Certainly, the current economic environment required budget cuts and perhaps even future cuts for many agencies. But as the recent 30 percent increase in law enforcement assaults and homicides makes clear, there has been no matching reduction in assailants willing to murder police officers. Reducing already inadequate or infrequent firearms training is a gamble that no agency should take.
Rather than argue that point any further in this article, I will instead suggest that effective firearms training — at least training aimed at the development of skills necessary to prevail against a sudden close-quarter attack — can be affordable and effective.
Effective and Inexpensive Dry-Fire Practice
Boxers spend a majority of training time outside of the sparing ring — their version of live-fire training. Skills are developed with the use of a heavy bag, speed bag, or at times, open space for conditioning, foot work, and perhaps shadow boxing. Law enforcement firearms training can and should develop a similar training model, one in which a great deal of training is provided away from live-fire training.
Off-range training should be a part of every training program and should include work on the draw stroke, the flash front-sight focus, and even trigger control. The following suggestions are not intended to replace live-fire training. Rather, they are simple and cost-effective methods to supplement live-fire drills.
1.) Training on the draw stroke — With regard to the close distance of most gunfights, an officer’s ability to draw quickly and shoot effectively, while moving laterally at the same time, can be far more important than their shooting skills. But the speed and skill needed for an incredibly fast and effective response can only be developed with frequent practice on the draw stroke. Every officer should have a mastery of the four -or five-step pistol presentation. They should then drill on this technique often enough so that if suddenly in a gunfight, they are never more than a week or two from their last practice session. Every police officer should train often enough so that their firearm is pointing at the chest of the suspect in around one second. A time under a second is even better.
There are countless examples of officers murdered while struggling to get their weapon into a gunfight. Situational awareness is crucial, but a fast and effective draw stroke is equally important. Inert duty firearms or plastic replica firearms are perfect for these drills — Plastic weapons can be purchased for less than $40 per unit.

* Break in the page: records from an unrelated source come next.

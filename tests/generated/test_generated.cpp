// tests/generated/test_generated.cpp - the generated C headers (made by the
// table verb during the build, compiled as C99 with -Werror and as C++17)
// against the full model, against the library's table types, and at their
// edges. The expected values are never taken from the tool's output: the
// truth is the library's full model (signal.hpp) evaluated here in double.
#define DOCTEST_CONFIG_IMPLEMENT_WITH_MAIN
#include <doctest/doctest.h>

#include <algorithm>
#include <cmath>
#include <limits>
#include <random>
#include <string>

#include <counterflux/ambient.hpp>
#include <counterflux/compensation.hpp>
#include <counterflux/signal.hpp>

#include "cxx_views.hpp"
#include "sensor_file.hpp"
#include "wrappers.h"

namespace {

using counterflux::tool::sensor_file;

const sensor_file& garage() {
    static const sensor_file f = counterflux::tool::read_sensor_file(COUNTERFLUX_SOURCE_DIR "/examples/garage_co.toml");
    return f;
}

const sensor_file& flue() {
    static const sensor_file f =
        counterflux::tool::read_sensor_file(COUNTERFLUX_SOURCE_DIR "/examples/flue_o2_altitude.toml");
    return f;
}

using reading_fn = float (*)(float, float, float, unsigned*);

double zero_of(const sensor_file& f, double t) {
    if (!f.zero) return 0.0;
    return counterflux::zero_current_A(f.zero->current_A, f.zero->per_K, f.model.reference_temperature_K, t).value;
}

// Worst error of a generated reading against the full model at random
// (T, P, y) inside the table (fixed seed), in the proof's measure: relative to
// the reading, or to 10 % of full scale below that.
double worst_random_error(const sensor_file& f, reading_fn reading, int samples) {
    std::mt19937 rng(20261201u);
    const auto& a = *f.table;
    std::uniform_real_distribution<double> ut(a.temperature.from, a.temperature.to);
    std::uniform_real_distribution<double> up(a.pressure.from, a.pressure.to);
    std::uniform_real_distribution<double> uy(0.0, f.full_scale_mol_mol);
    const bool pp = f.model.reading == counterflux::reading_kind::partial_pressure;
    double worst = 0.0;
    for (int k = 0; k < samples; ++k) {
        const double t = ut(rng), p = up(rng), y = uy(rng);
        const auto i = counterflux::limiting_current_A(f.model, t, p, y);
        REQUIRE(i.ok());
        unsigned status = 0xffffu;
        const double got = static_cast<double>(reading(static_cast<float>(i.value + zero_of(f, t)),
                                                       static_cast<float>(t), static_cast<float>(p), &status));
        CHECK(status == 0u);
        const double scale = pp ? p : 1.0;
        const double e = std::fabs(got - y * scale) / std::max(y * scale, 0.1 * f.full_scale_mol_mol * scale);
        worst = std::max(worst, e);
    }
    return worst;
}

// The proof samples a grid ten times finer than the table; between its points
// the error surface of a bilinear table is smooth, and random points may find
// a worst case slightly above the grid's. The allowance: 2 % of the bound plus
// float rounding (a few units of 2^-24 per operation).
double allowance(float proven) { return 1.02 * static_cast<double>(proven) + 1.0e-6; }

}  // namespace

TEST_CASE("generated float32 header agrees with the full model within its proven bound") {
    const double e = worst_random_error(garage(), f32_reading, 4000);
    MESSAGE("garage_co float32: worst random error " << e << ", proven " << f32_proven_error());
    CHECK(f32_proven_error() > 0.0f);
    CHECK(f32_proven_error() <= 1.0e-3f);  // the file's table.max_error
    CHECK(e <= allowance(f32_proven_error()));
}

TEST_CASE("generated q15 header agrees with the full model within its proven bound") {
    const double e = worst_random_error(garage(), q15_reading, 4000);
    MESSAGE("garage_co q15: worst random error " << e << ", proven " << q15_proven_error());
    CHECK(e <= allowance(q15_proven_error()));
}

TEST_CASE("generated header of a stagnant (curved-law) sensor agrees with the full model over 0..full scale") {
    // The log law of a stagnant background is far from linear at 25 % O2 (about
    // 14 % above the linear current, physics.md sec. 4), and its curvature moves
    // with T and P through the Knudsen share: the tables must carry both.
    const double e16 = worst_random_error(flue(), curved_reading, 3000);
    const double e32 = worst_random_error(flue(), curved32_reading, 3000);
    MESSAGE("flue_o2: worst random error q15 " << e16 << " (proven " << curved_proven_error() << "), float32 " << e32
                                               << " (proven " << curved32_proven_error() << ")");
    CHECK(e16 <= allowance(curved_proven_error()));
    CHECK(e32 <= allowance(curved32_proven_error()));
    // Sanity of the test itself: a reading that ignored the curvature would be
    // far outside the bound at full scale.
    const auto& f = flue();
    const double t = f.model.reference_temperature_K, p = f.model.reference_pressure_Pa;
    const double s = counterflux::sensitivity_A_per_mol_per_mol(f.model, t, p).value;
    const double i = counterflux::limiting_current_A(f.model, t, p, f.full_scale_mol_mol).value;
    CHECK(std::fabs(i / s - f.full_scale_mol_mol) / f.full_scale_mol_mol > 10.0 * static_cast<double>(curved_proven_error()));
}

TEST_CASE("the header's data drive the library's table types to the same reading") {
    const counterflux::compensation_ref<float> view = generated_test::garage_f32_view();
    std::mt19937 rng(7u);
    const auto& a = *garage().table;
    std::uniform_real_distribution<float> ut(static_cast<float>(a.temperature.from), static_cast<float>(a.temperature.to));
    std::uniform_real_distribution<float> up(static_cast<float>(a.pressure.from), static_cast<float>(a.pressure.to));
    std::uniform_real_distribution<float> ui(0.0f, 1.0e-6f);
    for (int k = 0; k < 2000; ++k) {
        const float t = ut(rng), p = up(rng), i = ui(rng);
        unsigned s1 = 0, s2 = 0;
        const float c = f32_reading(i, t, p, &s1);
        const float cxx = generated_test::garage_f32_reading_cxx(i, t, p, &s2);
        const auto lib = counterflux::reading(view, i, t, p);
        CHECK(c == cxx);  // the same source compiled as C99 and as C++17
        CHECK(s1 == s2);
        CHECK(lib.ok());
        // Same data, same formula; the order of float operations may differ.
        CHECK(std::fabs(static_cast<double>(lib.value) - static_cast<double>(c)) <=
              1.0e-5 * std::fabs(static_cast<double>(c)) + 1.0e-12);
    }
}

TEST_CASE("span at the nodes is GAIN over the stored gain table, and 1 near the reference") {
    const std::size_t nt = generated_test::garage_f32_temperature_count(), np = generated_test::garage_f32_pressure_count();
    const float* k = generated_test::garage_f32_gain_table();
    const double gain = static_cast<double>(generated_test::garage_f32_gain());
    const auto& a = *garage().table;
    for (std::size_t i = 0; i < nt; ++i)
        for (std::size_t j = 0; j < np; ++j) {
            const double t = a.temperature.from + (a.temperature.to - a.temperature.from) * static_cast<double>(i) /
                                                      static_cast<double>(nt - 1);
            const double p = a.pressure.from + (a.pressure.to - a.pressure.from) * static_cast<double>(j) /
                                                   static_cast<double>(np - 1);
            unsigned s = 0;
            const float span = f32_span(static_cast<float>(t), static_cast<float>(p), &s);
            CHECK(s == 0u);
            CHECK(std::fabs(static_cast<double>(span) * static_cast<double>(k[i * np + j]) / gain - 1.0) < 1.0e-5);
            // and the model's span factor there (signal.hpp, double)
            const double model = counterflux::span_factor(garage().model, t, p).value;
            CHECK(std::fabs(static_cast<double>(span) / model - 1.0) < 1.0e-5);
        }
    unsigned s = 0;
    const float at_ref = f32_span(static_cast<float>(garage().model.reference_temperature_K),
                                  static_cast<float>(garage().model.reference_pressure_Pa), &s);
    CHECK(std::fabs(static_cast<double>(at_ref) - 1.0) < 2.0e-3);  // the reference lies between nodes
}

TEST_CASE("out-of-range and non-finite inputs: flags set, value finite, taken at the edge") {
    const auto& a = *garage().table;
    const float t_lo = static_cast<float>(a.temperature.from), t_hi = static_cast<float>(a.temperature.to);
    const float p_lo = static_cast<float>(a.pressure.from), p_hi = static_cast<float>(a.pressure.to);
    const float nan = std::numeric_limits<float>::quiet_NaN(), inf = std::numeric_limits<float>::infinity();
    const unsigned not_finite = 0x2u, below = 0x10u, above = 0x20u, t_below = 0x40u, t_above = 0x80u,
                   p_below = 0x100u, p_above = 0x200u;
    const float i = 2.0e-7f;
    unsigned s = 0;
    const float edge = f32_reading(i, t_lo, p_hi, &s);
    CHECK(s == 0u);
    CHECK(f32_reading(i, t_lo - 40.0f, p_hi + 5000.0f, &s) == edge);
    CHECK(s == (t_below | p_above | below | above));
    CHECK(f32_reading(i, t_hi + 1.0f, p_lo - 1.0f, &s) == f32_reading(i, t_hi, p_lo, nullptr));
    CHECK(s == (t_above | p_below | below | above));
    for (reading_fn fn : {f32_reading, q15_reading, curved_reading, curved32_reading}) {
        for (float bad : {nan, inf, -inf}) {
            s = 0;
            const float v1 = fn(bad, 290.0f, 90000.0f, &s);
            CHECK(std::isfinite(v1));
            CHECK((s & not_finite) != 0u);
            s = 0;
            const float v2 = fn(i, bad, 90000.0f, &s);
            CHECK(std::isfinite(v2));
            CHECK((s & not_finite) != 0u);
            s = 0;
            const float v3 = fn(i, 290.0f, bad, &s);
            CHECK(std::isfinite(v3));
            CHECK((s & not_finite) != 0u);
        }
        // finite extremes: finite out, flagged
        s = 0;
        CHECK(std::isfinite(fn(3.0e38f, 1.0e30f, -1.0e30f, &s)));
        CHECK(s != 0u);
        CHECK(std::isfinite(fn(-3.0e38f, -1.0e30f, 1.0e30f, nullptr)));
    }
    for (float bad : {nan, inf, -inf}) {
        s = 0;
        CHECK(std::isfinite(f32_span(bad, bad, &s)));
        CHECK((s & not_finite) != 0u);
        s = 0;
        CHECK(std::isfinite(q15_zero(bad, &s)));
        CHECK((s & not_finite) != 0u);
        s = 0;
        CHECK(std::isfinite(curved_span(bad, 1.0f, &s)));
        CHECK((s & not_finite) != 0u);
        CHECK(std::isfinite(curved_zero(bad, nullptr)));
        CHECK(std::isfinite(f32_zero(bad, nullptr)));
        CHECK(std::isfinite(q15_span(bad, bad, nullptr)));
    }
}

TEST_CASE("integer-only q15 path agrees with the float path within its quantisation") {
    // Quantisation of the integer path: the signal in whole pA, the reading in
    // whole ppb, the axes in whole mK and Pa, and the 2^-shift gain; against the
    // float q15 path on the same tables.
    std::mt19937 rng(99u);
    const auto& a = *garage().table;
    std::uniform_real_distribution<double> ut(a.temperature.from, a.temperature.to);
    std::uniform_real_distribution<double> up(a.pressure.from, a.pressure.to);
    std::uniform_real_distribution<double> uy(0.0, garage().full_scale_mol_mol);
    double worst_ppb = 0.0;
    for (int k = 0; k < 3000; ++k) {
        const double t = ut(rng), p = up(rng), y = uy(rng);
        const double i = counterflux::limiting_current_A(garage().model, t, p, y).value + zero_of(garage(), t);
        const auto i_pA = static_cast<std::int32_t>(std::lround(i * 1.0e12));
        const auto t_mK = static_cast<std::int32_t>(std::lround(t * 1000.0));
        const auto p_Pa = static_cast<std::int32_t>(std::lround(p));
        unsigned s = 0xffffu;
        const std::int32_t fixed = q15_reading_fixed(i_pA, t_mK, p_Pa, &s);
        CHECK(s == 0u);
        const double flt = static_cast<double>(q15_reading(static_cast<float>(static_cast<double>(i_pA) * 1.0e-12),
                                                           static_cast<float>(static_cast<double>(t_mK) / 1000.0),
                                                           static_cast<float>(p_Pa), nullptr));
        worst_ppb = std::max(worst_ppb, std::fabs(static_cast<double>(fixed) - flt * 1.0e9));
        // and against the truth, within the proven bound plus that quantisation
        const double floor = 0.1 * garage().full_scale_mol_mol;
        CHECK(std::fabs(static_cast<double>(fixed) * 1.0e-9 - y) / std::max(y, floor) <=
              allowance(q15_fixed_proven_error()));
    }
    MESSAGE("integer path vs float q15 path: worst " << worst_ppb << " ppb; integer path proven "
                                                       << q15_fixed_proven_error() << ", float q15 path "
                                                       << q15_proven_error());
    // The integer path's own bound includes its quantisation (whole pA, mK, Pa and
    // ppb): near the float path's, not orders above it.
    CHECK(q15_fixed_proven_error() < 2.0f * q15_proven_error());
    // a few ppb of rounding, and the position error of the 1-LSB Q15 fraction
    // on a 500 ppm full scale (1/32768 of a cell of the correction table)
    CHECK(worst_ppb < 20.0);
    unsigned s = 0;
    CHECK(q15_reading_fixed(100000, 100000, 90000, &s) != 0);
    CHECK((s & 0x40u) != 0u);
    CHECK(q15_reading_fixed(2147483647, 400000, 200000, &s) > 0);
    CHECK((s & (0x20u | 0x80u | 0x200u)) == (0x20u | 0x80u | 0x200u));
}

2.) Simunition Firearms — Simunition and Airsoft “firearms” can take presentation training one-step further. Valuable both in scenario based and tactical” training, these “firearms” are also excellent for speed to target training. Officers can practice their draw stroke, flash front-sight focus, and even their combat shooting skills, without the use of a firearms training facility. Simunition systems can be expensive for some agencies, but you can purchase a great deal of Airsoft equipment for a few hundred dollars.
3.) Shooting Simulators — Shooting simulators are another excellent (albeit more expensive, training tool. These systems are primarily used by agencies to provide use-of-force and decision-making training. However, these simulators are also excellent for developing an officer’s reaction to a sudden assault through speed to target drills. A number of companies now offer portable simulators that are reasonably priced and that can be set up just about anywhere in your department.
If Not Now, When?
It will be years before law enforcement agencies will be back to enjoying surplus budgets. Perhaps those days are gone forever. In the meantime, the recent rise in law-enforcement homicides tells us that we don’t have the time to wait for more money, more support from agency leaders, or even more live-fire training. Fortunately, agencies can help an officer to greatly improve their ability to prevail in an armed assault through a supplemental program of dry-fire practice.